***** Data for analysis

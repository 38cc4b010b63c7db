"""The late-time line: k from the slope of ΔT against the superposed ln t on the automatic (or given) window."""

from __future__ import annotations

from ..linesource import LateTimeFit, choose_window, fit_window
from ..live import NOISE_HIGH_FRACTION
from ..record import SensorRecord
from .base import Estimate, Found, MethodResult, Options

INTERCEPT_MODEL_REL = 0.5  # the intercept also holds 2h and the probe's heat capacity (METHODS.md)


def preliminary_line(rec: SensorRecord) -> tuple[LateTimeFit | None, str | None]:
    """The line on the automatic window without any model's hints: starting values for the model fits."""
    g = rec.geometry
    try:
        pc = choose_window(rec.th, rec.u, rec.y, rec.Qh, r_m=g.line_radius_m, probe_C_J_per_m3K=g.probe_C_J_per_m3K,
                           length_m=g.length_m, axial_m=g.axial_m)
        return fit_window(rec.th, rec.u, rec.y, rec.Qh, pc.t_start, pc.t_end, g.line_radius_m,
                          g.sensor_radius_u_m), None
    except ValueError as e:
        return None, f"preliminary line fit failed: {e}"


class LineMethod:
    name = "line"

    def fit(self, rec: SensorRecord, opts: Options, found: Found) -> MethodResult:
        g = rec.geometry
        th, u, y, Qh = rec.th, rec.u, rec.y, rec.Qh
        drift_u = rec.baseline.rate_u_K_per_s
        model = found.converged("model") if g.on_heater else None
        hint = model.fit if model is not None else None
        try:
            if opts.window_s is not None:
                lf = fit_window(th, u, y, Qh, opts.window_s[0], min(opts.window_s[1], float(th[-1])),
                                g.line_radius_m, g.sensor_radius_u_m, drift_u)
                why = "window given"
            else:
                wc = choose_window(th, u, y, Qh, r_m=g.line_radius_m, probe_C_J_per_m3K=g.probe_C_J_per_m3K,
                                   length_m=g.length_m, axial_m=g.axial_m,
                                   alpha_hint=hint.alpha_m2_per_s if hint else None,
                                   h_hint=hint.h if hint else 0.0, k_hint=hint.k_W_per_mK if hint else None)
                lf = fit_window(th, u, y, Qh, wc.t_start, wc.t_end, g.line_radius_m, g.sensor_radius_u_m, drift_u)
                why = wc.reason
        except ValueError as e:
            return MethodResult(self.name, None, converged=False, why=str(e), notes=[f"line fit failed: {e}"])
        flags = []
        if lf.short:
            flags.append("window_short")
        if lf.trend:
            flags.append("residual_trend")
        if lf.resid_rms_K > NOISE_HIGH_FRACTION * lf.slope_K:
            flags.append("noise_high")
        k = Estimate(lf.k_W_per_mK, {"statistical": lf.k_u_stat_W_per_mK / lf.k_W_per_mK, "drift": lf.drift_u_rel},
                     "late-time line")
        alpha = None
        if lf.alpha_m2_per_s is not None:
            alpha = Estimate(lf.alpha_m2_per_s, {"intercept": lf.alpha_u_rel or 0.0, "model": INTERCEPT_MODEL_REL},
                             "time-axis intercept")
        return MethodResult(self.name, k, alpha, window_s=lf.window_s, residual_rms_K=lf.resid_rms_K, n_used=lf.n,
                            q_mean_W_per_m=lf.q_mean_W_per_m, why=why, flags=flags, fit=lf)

**********
***** Data for analysis

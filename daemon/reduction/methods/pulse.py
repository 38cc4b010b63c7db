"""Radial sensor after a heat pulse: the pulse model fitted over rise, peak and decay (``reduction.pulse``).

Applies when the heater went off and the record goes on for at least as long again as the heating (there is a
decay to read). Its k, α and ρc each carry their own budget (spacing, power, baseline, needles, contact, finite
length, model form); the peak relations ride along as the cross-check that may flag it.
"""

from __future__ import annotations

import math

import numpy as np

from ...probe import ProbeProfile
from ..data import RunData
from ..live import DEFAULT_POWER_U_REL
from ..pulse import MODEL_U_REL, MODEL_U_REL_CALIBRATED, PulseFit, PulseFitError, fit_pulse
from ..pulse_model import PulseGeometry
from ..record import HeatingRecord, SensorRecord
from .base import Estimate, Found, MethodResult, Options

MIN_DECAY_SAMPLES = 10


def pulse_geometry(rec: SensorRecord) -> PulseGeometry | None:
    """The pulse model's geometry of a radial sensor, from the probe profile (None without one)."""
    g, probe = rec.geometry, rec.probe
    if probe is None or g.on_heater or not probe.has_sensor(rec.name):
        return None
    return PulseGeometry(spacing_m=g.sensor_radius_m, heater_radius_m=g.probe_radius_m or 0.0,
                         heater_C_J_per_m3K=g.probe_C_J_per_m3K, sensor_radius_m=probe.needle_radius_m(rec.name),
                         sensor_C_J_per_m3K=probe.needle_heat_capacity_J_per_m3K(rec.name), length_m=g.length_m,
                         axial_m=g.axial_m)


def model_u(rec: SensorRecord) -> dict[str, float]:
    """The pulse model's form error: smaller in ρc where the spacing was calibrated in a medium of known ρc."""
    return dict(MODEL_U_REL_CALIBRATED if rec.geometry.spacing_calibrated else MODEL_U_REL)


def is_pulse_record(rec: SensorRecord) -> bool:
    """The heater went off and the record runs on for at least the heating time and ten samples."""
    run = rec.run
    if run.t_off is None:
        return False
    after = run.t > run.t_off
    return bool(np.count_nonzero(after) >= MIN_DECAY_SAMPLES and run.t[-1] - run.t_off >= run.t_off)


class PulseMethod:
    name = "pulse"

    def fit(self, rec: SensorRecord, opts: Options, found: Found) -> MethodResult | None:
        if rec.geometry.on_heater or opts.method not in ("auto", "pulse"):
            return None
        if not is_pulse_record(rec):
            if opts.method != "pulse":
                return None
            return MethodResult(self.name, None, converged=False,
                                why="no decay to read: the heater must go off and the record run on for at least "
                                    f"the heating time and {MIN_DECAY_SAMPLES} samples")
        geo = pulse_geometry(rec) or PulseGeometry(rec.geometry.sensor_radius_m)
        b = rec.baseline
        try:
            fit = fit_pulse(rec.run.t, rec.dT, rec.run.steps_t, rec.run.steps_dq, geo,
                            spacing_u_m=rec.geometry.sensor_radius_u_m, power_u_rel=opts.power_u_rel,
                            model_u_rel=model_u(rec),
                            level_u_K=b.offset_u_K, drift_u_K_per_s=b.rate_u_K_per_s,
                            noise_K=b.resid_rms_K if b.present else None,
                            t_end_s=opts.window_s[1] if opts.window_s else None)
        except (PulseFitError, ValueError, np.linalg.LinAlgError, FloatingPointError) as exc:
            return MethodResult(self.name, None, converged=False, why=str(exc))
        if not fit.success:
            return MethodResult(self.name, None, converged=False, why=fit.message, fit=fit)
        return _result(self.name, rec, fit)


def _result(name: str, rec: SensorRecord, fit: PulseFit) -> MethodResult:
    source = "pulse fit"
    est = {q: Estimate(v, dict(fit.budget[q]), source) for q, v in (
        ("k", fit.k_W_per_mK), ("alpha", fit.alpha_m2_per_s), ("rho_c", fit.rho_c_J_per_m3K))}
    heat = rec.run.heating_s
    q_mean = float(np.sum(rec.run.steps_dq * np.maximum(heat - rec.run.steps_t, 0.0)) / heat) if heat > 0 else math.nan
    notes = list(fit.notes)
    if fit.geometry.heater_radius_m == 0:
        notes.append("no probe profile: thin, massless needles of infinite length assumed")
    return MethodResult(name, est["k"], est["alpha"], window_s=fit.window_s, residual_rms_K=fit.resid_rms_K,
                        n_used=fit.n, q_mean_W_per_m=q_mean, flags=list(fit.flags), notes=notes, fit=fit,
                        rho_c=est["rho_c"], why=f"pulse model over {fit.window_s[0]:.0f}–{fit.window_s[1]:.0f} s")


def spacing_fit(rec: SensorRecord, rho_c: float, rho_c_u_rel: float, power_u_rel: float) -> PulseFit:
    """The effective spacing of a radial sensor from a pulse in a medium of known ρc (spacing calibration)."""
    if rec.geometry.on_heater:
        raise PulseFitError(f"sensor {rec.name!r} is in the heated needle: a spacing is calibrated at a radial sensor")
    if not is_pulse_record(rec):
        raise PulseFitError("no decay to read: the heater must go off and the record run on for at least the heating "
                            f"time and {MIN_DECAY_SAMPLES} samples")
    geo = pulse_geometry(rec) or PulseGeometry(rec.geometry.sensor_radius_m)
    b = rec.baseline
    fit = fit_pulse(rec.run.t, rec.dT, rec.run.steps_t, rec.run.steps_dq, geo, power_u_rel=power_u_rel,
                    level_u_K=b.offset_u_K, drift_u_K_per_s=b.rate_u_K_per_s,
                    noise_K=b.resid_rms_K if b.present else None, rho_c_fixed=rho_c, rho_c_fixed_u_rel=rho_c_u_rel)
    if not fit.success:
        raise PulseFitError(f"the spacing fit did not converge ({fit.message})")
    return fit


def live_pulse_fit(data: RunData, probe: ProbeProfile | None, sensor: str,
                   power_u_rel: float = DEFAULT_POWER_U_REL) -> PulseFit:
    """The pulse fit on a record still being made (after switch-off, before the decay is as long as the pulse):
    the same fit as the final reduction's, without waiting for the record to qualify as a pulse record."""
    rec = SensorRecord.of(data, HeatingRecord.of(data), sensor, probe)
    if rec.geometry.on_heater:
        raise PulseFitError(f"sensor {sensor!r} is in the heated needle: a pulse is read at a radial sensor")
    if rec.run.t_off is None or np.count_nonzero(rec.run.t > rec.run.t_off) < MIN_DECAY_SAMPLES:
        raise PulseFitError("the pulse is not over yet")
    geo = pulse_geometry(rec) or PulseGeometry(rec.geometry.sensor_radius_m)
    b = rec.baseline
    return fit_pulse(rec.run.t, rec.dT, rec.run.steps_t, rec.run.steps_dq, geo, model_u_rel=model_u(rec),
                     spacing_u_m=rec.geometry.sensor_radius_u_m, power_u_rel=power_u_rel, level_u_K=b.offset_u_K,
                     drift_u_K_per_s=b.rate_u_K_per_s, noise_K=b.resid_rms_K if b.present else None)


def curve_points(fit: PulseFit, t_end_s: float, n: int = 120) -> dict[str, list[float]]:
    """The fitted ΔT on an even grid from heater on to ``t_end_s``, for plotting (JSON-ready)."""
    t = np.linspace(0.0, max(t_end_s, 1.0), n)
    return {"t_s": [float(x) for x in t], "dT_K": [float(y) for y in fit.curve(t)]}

**********

Action item: Copy out, word for word, the part of the entries above that begins at the line with "the record runs" and ends at the line with "converged=False, why=fit.message, fit=fit)", including both.

Task solution:
    """The heater went off and the record runs on for at least the heating time and ten samples."""
    run = rec.run
    if run.t_off is None:
        return False
    after = run.t > run.t_off
    return bool(np.count_nonzero(after) >= MIN_DECAY_SAMPLES and run.t[-1] - run.t_off >= run.t_off)


class PulseMethod:
    name = "pulse"

    def fit(self, rec: SensorRecord, opts: Options, found: Found) -> MethodResult | None:
        if rec.geometry.on_heater or opts.method not in ("auto", "pulse"):
            return None
        if not is_pulse_record(rec):
            if opts.method != "pulse":
                return None
            return MethodResult(self.name, None, converged=False,
                                why="no decay to read: the heater must go off and the record run on for at least "
                                    f"the heating time and {MIN_DECAY_SAMPLES} samples")
        geo = pulse_geometry(rec) or PulseGeometry(rec.geometry.sensor_radius_m)
        b = rec.baseline
        try:
            fit = fit_pulse(rec.run.t, rec.dT, rec.run.steps_t, rec.run.steps_dq, geo,
                            spacing_u_m=rec.geometry.sensor_radius_u_m, power_u_rel=opts.power_u_rel,
                            model_u_rel=model_u(rec),
                            level_u_K=b.offset_u_K, drift_u_K_per_s=b.rate_u_K_per_s,
                            noise_K=b.resid_rms_K if b.present else None,
                            t_end_s=opts.window_s[1] if opts.window_s else None)
        except (PulseFitError, ValueError, np.linalg.LinAlgError, FloatingPointError) as exc:
            return MethodResult(self.name, None, converged=False, why=str(exc))
        if not fit.success:
            return MethodResult(self.name, None, converged=False, why=fit.message, fit=fit)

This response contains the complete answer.